La blastomicosi è una micosi profonda cronica o subacuta causata da un fungo dimorfo chiamato Blastomyces dermatitidis, che generalmente produce malattia polmonare e, in misura minore, forme extrapolmonari come profili cutanei, osteoarticolari e genitourinari, tra gli altri.12,17,19,22 La blastomicosi è prevalentemente una micosi del Canada e degli Stati Uniti d’America (USA); è endemica negli stati del Midwest del Canada, intorno ai Grandi Laghi, e soprattutto negli stati del sud e del sud-est degli USA.2,19,21 In Messico la malattia non è mai stata riportata come autoctona; ci sono solo cinque casi riportati, due dei quali legati all’immigrazione negli Stati Uniti.9,13,18,20,23
La blastomicosi cutanea è la forma extrapolmonare più comune della malattia; costituisce il 40-80% di tutti i casi e può essere classificata come primaria o secondaria. Qui presentiamo un caso di blastomicosi cutanea in un immigrato messicano, acquisito nell’area endemica degli USA.3,12,21
Caso clinico
Un agricoltore di 57 anni si è presentato con una storia di 5 anni di una placca verrucosa di 10cm×8cm, ricoperta di croste melicheriche e squame con una fistola situata nella regione ascellare destra che apparentemente è iniziata dopo una puntura di insetto e una manipolazione della zona. Il paziente ha riferito che la lesione cutanea si è sviluppata circa 15 giorni dopo la lesione iniziale (Fig. 1). Aveva una storia di immigrazione attraverso diversi stati degli USA durante 4 anni, tra cui Arizona, Wisconsin, Illinois, Ohio e Indianapolis. In quest’ultimo, lavorava nella produzione e manipolazione di compost organico come fertilizzante.
(a) Placca verrucosa (iniziale); (b) dopo il trattamento; (c) Fistole e lesione ulcerosa (iniziale); (d) dopo il trattamento.
Il paziente non ha cercato il trattamento fino al suo ritorno in Messico, dove è stato visitato presso il servizio dermatologico, e la prima impressione clinica ha suggerito una coccidioidomicosi cutanea o una tubercolosi cutanea. La radiografia del torace era negativa per la malattia pleuro-polmonare e ossea, e anche la fistolografia era negativa. Il lavaggio broncoalveolare, l’esame diretto dell’espettorato, le colture e la bacilloscopia alla ricerca di micobatteri erano negativi. Le reazioni intradermiche per PPD, sporotrichina e coccidioidina erano negative.
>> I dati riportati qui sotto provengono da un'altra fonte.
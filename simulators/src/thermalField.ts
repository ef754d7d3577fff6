/**
 * The concrete temperatures of the hidden truth: a scripted field, not a heat-transfer model
 * (the drying model takes temperatures as inputs). The surface follows the air warmed by the sun
 * with a first-order lag; each depth follows the surface with the lag of heat diffusing to it.
 *
 *   T_target = T_air + g S / 1000          (g: K per kW/m2 of sun, scenario)
 *   dT_0/dt  = (T_target - T_0) / tau_s    (tau_s: surface lag, scenario)
 *   dT_d/dt  = (T_0 - T_d) / max(d^2 / alpha, 1 s)
 *
 * d^2 / alpha is the diffusion time to depth d (the scale of the semi-infinite solid's response to
 * a change of its surface temperature, Carslaw and Jaeger 1959, section 2.4): 36 s at 5 mm, 33 min
 * at 37.5 mm. The surface lag is the air-to-surface exchange and is not added again at depth (an
 * earlier version did, which made a 5 mm probe trail the surface by some 35 min).
 * alpha = 7e-7 m2/s, a thermal diffusivity of concrete (common practice: 0.5e-6 to 1e-6 m2/s,
 * from memory). Heat of hydration is left out (our assumption: a thin topping on a deck loses it
 * quickly). Steps are integrated exactly for held targets (exponential update), so any step is
 * stable.
 */

/** Thermal diffusivity of concrete, m2/s (common practice, from memory). */
export const CONCRETE_THERMAL_DIFFUSIVITY_M2S = 7e-7;

export interface ThermalFieldOptions {
  /** Depths tracked, mm, ascending; others are interpolated. */
  depthsMm: readonly number[];
  initialTemperatureC: number;
  /** Rise of the surface over the air per 1000 W/m2 of sun, K. */
  solarGainKPerKWm2: number;
  /** Surface lag time constant, s. */
  surfaceLagS: number;
}

/** A scripted temperature field over the depth. */
export class ThermalField {
  readonly #depthsMm: number[];
  readonly #temperaturesC: number[];
  readonly #options: ThermalFieldOptions;

  constructor(options: ThermalFieldOptions) {
    this.#options = options;
    this.#depthsMm = [...new Set([0, ...options.depthsMm])].sort((a, b) => a - b);
    this.#temperaturesC = this.#depthsMm.map(() => options.initialTemperatureC);
  }

  /**
   * Advances the field by `stepS` seconds under air temperature (degC) and sun (W/m2) held over
   * the step. Non-positive steps do nothing.
   */
  step(stepS: number, airTemperatureC: number, solarWm2: number): void {
    if (!(stepS > 0)) return;
    const target = airTemperatureC + (this.#options.solarGainKPerKWm2 * solarWm2) / 1000;
    const surfaceLagS = this.#options.surfaceLagS;
    const surfaceBefore = this.#temperaturesC[0] ?? target;
    const surfaceAfter = target + (surfaceBefore - target) * Math.exp(-stepS / surfaceLagS);
    this.#temperaturesC[0] = surfaceAfter;
    for (let index = 1; index < this.#depthsMm.length; index += 1) {
      const depthM = (this.#depthsMm[index] ?? 0) / 1000;
      const lagS = Math.max((depthM * depthM) / CONCRETE_THERMAL_DIFFUSIVITY_M2S, 1);
      const before = this.#temperaturesC[index] ?? surfaceAfter;
      this.#temperaturesC[index] = surfaceAfter + (before - surfaceAfter) * Math.exp(-stepS / lagS);
    }
  }

  /** Temperature at `depthMm`, degC: linear between tracked depths, constant beyond. */
  temperatureCAt(depthMm: number): number {
    return interpolate(this.#depthsMm, this.#temperaturesC, depthMm);
  }

  /** Tracked depths (mm) and temperatures (degC), surface first. */
  profile(): { depthMm: number; temperatureC: number }[] {
    return this.#depthsMm.map((depthMm, index) => ({
      depthMm,
      temperatureC: this.#temperaturesC[index] ?? Number.NaN,
    }));
  }
}

/**
 * Linear interpolation of `ys` over ascending `xs` at `x`, constant beyond the ends. NaN for an
 * empty table or a NaN `x`.
 */
export function interpolate(xs: readonly number[], ys: readonly number[], x: number): number {
  const count = Math.min(xs.length, ys.length);
  if (count === 0 || Number.isNaN(x)) return Number.NaN;
  if (x <= (xs[0] as number)) return ys[0] as number;
  if (x >= (xs[count - 1] as number)) return ys[count - 1] as number;
  let upper = 1;
  while ((xs[upper] as number) < x) upper += 1;
  const x0 = xs[upper - 1] as number;
  const x1 = xs[upper] as number;
  const y0 = ys[upper - 1] as number;
  const y1 = ys[upper] as number;
  return x1 === x0 ? y1 : y0 + ((x - x0) / (x1 - x0)) * (y1 - y0);
}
L’esame diretto (KOH 10%), le colorazioni Giemsa e Papanicolaou hanno mostrato lieviti monobudellari, e la coltura in Sabouraud dextrose agar (25 giorni, 28°C) ha sviluppato una colonia grigio-biancastra e a crescita lenta, microscopicamente con abbondanti miceli settati e molteplici conidi piriformi sessili di 4-6μm, alcuni dei quali emergenti da brevi conidiofori (con ramificazioni, simili a lettere “L”) (Fig. 2); il dimorfismo termico era provato. La biopsia cutanea riportava un granuloma tubercoloso, che circondava alcuni lieviti monobuddici con una parete spessa e rifrangente (Fig. 3). Lo studio mediante PCR delle regioni ITS1 e ITS4, e il dominio D1-D2 ha reso l’identità di specie Ajellomyces dermatitidis (teleomorfo di B. dermatitidis). Il test di suscettibilità antimicotica del ceppo B. dermatitidis isolato (1245-10), effettuato con il metodo M38-A2 del CLSI, ha dato i seguenti valori di concentrazione minima inibitoria (MIC): amfotericina B 0.125μg/ml (intervallo di riferimento 1-2μg/ml); itraconazolo 0.250μg/ml (rif. 0.06-0.5μg/ml); voriconazolo 0.125μg/ml (rif. 0.015-0.125μg/ml) e posaconazolo 0.125μg/ml (rif. 0.06-0.25μg/ml).10 Gli intervalli di riferimento sono gli intervalli MIC del ceppo di riferimento Paecilomyces variotii ATCC MYA-3630. Sulla base dei risultati del test di suscettibilità e secondo il bilancio costi-benefici, è stato prescritto l’itraconazolo 200mg/die, e il prednisone 0.5mg/kg/die è stato somministrato solo per 30 giorni (per prevenire la fibrosi). In seguito l’itraconazolo è stato aumentato a 300mg/die per 3 mesi, e successivamente è stato installato uno schema di riduzione. Il tempo totale della terapia è stato di 8 mesi. Il paziente ha raggiunto la guarigione clinica e micologica. Dopo due anni di follow-up non c’è evidenza di attività della malattia (Fig. 1).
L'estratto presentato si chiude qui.